━━ EXERCISE INPUT ━━

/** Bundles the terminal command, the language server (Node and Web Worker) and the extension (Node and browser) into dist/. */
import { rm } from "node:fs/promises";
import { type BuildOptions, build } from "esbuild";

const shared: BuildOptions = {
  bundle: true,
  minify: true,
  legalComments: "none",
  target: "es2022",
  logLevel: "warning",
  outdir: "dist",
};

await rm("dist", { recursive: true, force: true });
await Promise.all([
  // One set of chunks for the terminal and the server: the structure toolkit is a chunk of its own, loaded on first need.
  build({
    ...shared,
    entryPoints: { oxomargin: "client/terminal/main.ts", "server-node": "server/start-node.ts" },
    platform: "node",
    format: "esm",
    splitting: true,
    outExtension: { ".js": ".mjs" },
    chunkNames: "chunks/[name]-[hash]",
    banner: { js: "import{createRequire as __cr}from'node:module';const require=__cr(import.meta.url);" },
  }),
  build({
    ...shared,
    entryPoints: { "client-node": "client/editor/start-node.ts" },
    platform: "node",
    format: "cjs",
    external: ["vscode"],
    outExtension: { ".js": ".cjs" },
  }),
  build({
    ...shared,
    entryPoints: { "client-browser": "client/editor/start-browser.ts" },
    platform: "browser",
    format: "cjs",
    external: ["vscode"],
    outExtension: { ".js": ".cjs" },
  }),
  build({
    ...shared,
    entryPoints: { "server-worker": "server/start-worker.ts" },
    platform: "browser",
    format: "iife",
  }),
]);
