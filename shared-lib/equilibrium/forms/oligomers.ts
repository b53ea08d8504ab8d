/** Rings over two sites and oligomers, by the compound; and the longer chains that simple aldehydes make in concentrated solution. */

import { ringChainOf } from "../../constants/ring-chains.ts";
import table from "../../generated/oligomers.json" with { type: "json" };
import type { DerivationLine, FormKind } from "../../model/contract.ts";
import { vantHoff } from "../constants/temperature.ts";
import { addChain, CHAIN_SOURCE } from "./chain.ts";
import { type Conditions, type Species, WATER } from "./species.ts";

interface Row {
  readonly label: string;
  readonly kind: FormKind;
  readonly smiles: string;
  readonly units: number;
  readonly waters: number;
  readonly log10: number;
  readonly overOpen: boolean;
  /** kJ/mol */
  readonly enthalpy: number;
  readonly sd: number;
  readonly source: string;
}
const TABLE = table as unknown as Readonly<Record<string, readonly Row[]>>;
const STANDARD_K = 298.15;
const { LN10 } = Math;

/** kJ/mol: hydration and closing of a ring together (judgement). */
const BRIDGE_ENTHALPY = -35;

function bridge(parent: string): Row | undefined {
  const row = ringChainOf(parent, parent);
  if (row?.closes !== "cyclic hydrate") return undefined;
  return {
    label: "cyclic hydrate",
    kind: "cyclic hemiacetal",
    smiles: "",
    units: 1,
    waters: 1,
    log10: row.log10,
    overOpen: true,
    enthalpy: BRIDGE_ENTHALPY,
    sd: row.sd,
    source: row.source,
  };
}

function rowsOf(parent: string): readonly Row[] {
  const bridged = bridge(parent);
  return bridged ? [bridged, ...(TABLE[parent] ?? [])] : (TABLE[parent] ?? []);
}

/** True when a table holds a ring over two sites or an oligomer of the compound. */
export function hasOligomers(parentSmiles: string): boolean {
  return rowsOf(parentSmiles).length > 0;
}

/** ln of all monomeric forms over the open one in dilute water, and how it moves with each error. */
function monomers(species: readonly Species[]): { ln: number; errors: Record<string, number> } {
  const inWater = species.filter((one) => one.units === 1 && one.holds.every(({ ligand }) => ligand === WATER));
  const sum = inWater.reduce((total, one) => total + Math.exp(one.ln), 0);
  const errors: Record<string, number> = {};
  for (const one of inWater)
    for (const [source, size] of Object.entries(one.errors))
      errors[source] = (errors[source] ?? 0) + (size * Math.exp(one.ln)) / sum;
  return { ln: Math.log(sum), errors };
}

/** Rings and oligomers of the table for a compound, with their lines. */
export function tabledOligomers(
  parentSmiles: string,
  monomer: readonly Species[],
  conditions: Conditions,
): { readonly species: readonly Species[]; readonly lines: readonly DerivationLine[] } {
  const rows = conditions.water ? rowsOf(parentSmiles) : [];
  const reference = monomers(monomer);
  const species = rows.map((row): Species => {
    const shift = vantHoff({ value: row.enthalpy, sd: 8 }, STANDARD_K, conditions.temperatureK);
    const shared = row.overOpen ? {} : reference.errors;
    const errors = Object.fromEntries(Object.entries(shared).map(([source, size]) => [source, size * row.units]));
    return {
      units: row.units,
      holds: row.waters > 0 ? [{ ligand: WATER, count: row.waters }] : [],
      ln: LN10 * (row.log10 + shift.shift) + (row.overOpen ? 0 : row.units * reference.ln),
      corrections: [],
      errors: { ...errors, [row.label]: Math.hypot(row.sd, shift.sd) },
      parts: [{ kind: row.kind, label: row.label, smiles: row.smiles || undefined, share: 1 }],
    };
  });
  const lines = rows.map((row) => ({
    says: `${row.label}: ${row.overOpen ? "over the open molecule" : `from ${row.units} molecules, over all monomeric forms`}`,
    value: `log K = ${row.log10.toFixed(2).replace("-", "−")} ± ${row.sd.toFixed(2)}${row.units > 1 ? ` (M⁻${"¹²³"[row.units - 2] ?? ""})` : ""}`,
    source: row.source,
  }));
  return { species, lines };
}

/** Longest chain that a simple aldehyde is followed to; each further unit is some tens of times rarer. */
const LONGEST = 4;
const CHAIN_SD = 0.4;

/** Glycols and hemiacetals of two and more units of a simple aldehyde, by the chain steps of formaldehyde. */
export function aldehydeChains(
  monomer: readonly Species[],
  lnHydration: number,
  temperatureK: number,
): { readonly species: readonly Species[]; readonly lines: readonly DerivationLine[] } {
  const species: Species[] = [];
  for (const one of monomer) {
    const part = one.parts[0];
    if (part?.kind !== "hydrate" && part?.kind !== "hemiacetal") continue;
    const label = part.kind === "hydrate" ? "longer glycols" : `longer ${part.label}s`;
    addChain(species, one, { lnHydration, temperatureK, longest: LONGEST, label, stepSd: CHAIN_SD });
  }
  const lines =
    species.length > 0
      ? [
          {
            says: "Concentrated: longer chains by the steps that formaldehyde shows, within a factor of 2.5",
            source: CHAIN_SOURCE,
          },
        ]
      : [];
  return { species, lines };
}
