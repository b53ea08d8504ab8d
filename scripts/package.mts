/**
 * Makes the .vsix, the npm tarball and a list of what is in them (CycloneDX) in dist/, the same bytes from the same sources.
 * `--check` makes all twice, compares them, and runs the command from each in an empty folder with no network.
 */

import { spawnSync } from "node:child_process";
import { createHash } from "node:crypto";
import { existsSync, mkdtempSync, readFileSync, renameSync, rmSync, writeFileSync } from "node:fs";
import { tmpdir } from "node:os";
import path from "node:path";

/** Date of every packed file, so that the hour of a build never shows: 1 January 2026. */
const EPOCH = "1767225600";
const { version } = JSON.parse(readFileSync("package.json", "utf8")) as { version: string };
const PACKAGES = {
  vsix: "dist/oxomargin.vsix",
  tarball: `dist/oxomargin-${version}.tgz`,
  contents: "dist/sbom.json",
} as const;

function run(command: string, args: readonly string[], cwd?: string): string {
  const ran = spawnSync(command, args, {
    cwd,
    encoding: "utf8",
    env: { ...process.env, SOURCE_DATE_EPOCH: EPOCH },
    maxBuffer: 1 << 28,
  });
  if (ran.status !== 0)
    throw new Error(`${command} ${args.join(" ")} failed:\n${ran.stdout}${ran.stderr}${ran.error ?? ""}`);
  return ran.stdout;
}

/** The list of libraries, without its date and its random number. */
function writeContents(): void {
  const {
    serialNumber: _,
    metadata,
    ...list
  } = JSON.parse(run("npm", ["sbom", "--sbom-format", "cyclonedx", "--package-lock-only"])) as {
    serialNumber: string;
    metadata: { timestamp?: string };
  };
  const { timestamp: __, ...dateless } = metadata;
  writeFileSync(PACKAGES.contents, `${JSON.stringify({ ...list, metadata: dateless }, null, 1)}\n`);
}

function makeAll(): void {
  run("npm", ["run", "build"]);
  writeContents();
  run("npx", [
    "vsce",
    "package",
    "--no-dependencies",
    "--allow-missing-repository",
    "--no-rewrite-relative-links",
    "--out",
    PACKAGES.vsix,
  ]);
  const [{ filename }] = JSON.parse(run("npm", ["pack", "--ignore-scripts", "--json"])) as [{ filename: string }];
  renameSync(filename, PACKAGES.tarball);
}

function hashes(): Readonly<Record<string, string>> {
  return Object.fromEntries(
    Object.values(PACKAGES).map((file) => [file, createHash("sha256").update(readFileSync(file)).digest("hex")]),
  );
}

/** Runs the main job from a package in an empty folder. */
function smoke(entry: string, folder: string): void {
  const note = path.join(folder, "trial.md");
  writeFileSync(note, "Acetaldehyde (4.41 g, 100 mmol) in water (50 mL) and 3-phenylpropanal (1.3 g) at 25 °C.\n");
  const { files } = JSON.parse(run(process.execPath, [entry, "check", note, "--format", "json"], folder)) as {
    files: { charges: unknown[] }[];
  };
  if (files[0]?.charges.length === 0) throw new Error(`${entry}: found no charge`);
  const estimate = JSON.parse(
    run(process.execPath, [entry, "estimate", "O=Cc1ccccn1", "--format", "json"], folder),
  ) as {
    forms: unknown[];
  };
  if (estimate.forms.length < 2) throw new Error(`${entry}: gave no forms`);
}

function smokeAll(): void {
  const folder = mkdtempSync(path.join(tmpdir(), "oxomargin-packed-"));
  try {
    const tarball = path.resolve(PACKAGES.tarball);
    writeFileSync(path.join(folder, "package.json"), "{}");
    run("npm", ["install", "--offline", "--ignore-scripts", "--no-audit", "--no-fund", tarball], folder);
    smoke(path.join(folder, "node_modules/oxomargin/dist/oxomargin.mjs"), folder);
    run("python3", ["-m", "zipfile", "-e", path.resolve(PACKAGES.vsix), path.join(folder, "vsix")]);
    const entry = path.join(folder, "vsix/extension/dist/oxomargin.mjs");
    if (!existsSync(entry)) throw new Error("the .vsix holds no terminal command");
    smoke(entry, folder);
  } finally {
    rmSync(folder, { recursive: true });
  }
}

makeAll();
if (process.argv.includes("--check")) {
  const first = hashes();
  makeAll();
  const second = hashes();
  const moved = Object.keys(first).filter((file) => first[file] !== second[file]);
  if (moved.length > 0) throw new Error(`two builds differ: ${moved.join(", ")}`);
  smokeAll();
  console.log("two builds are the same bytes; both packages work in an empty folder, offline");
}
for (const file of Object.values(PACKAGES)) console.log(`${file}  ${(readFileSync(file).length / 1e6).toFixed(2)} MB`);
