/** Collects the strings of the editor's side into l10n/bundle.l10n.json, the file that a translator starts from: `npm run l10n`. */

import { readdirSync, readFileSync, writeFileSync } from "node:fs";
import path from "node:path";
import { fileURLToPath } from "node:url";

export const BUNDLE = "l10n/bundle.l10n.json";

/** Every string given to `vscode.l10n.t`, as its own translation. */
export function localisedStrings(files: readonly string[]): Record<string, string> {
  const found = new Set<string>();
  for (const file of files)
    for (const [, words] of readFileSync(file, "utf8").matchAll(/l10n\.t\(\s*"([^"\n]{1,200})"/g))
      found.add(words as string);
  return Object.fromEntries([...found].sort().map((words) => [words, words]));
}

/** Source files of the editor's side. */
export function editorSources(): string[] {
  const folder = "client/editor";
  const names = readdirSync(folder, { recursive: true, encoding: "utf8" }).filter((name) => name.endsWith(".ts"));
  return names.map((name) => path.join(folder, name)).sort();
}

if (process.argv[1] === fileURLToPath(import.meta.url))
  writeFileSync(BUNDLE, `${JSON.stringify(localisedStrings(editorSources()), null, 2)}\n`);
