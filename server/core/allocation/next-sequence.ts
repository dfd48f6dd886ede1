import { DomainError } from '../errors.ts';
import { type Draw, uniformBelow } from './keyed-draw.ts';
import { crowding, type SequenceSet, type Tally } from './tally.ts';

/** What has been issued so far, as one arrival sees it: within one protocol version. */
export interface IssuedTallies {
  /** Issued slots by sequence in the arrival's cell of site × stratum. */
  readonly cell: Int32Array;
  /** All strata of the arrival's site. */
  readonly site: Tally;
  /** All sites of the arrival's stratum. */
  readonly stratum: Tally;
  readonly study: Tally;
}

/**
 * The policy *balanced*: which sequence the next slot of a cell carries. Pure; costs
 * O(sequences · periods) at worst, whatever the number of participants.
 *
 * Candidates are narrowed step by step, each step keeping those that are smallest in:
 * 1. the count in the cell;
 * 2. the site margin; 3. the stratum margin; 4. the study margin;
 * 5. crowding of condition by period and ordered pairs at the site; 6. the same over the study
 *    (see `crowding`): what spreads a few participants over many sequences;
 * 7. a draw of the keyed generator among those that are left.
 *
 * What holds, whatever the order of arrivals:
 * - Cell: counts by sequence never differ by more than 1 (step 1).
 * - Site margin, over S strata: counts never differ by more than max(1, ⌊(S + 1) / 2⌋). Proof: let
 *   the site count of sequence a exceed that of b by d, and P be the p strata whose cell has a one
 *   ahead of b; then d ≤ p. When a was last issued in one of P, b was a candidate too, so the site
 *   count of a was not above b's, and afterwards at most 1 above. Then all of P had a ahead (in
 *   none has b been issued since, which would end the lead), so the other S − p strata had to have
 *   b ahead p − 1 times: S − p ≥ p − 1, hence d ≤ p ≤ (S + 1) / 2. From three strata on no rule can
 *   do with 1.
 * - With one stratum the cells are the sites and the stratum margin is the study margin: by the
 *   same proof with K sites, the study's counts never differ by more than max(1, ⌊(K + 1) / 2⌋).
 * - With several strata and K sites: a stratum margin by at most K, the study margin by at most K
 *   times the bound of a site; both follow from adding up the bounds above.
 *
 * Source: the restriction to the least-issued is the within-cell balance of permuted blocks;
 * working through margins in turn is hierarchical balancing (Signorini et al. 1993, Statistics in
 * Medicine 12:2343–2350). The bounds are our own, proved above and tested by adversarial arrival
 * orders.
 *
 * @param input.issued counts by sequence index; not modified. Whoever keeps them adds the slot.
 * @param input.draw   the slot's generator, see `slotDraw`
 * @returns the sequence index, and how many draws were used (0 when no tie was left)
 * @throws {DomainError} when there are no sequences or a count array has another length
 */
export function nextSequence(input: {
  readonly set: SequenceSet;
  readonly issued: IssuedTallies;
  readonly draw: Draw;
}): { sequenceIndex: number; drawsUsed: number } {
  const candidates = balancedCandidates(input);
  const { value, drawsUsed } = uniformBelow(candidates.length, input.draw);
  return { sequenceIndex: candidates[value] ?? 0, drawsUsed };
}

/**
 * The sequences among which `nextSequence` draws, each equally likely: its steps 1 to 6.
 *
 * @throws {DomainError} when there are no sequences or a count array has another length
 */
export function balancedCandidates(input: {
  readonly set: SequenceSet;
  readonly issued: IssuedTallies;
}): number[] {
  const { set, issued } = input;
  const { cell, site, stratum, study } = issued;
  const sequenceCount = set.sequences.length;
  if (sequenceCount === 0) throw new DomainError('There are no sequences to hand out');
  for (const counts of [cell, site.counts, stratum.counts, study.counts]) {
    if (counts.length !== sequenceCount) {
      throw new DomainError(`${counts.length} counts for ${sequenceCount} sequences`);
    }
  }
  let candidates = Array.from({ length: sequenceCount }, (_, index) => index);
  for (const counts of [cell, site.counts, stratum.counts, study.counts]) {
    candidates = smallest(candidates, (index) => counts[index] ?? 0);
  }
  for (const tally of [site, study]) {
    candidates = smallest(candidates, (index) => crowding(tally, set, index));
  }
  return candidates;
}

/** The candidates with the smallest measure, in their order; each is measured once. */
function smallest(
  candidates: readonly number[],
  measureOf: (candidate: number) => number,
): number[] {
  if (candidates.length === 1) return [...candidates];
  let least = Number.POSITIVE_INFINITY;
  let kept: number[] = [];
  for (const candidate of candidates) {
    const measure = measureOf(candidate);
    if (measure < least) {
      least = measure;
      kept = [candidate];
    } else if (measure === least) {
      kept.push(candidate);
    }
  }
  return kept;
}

━━━

WORK TO BE COMPLETED —
In the records, which lines mention the word "spawnSync"? Copy those lines.

EXERCISE OUTPUT —
import { spawnSync } from "node:child_process";
  const ran = spawnSync(command, args, {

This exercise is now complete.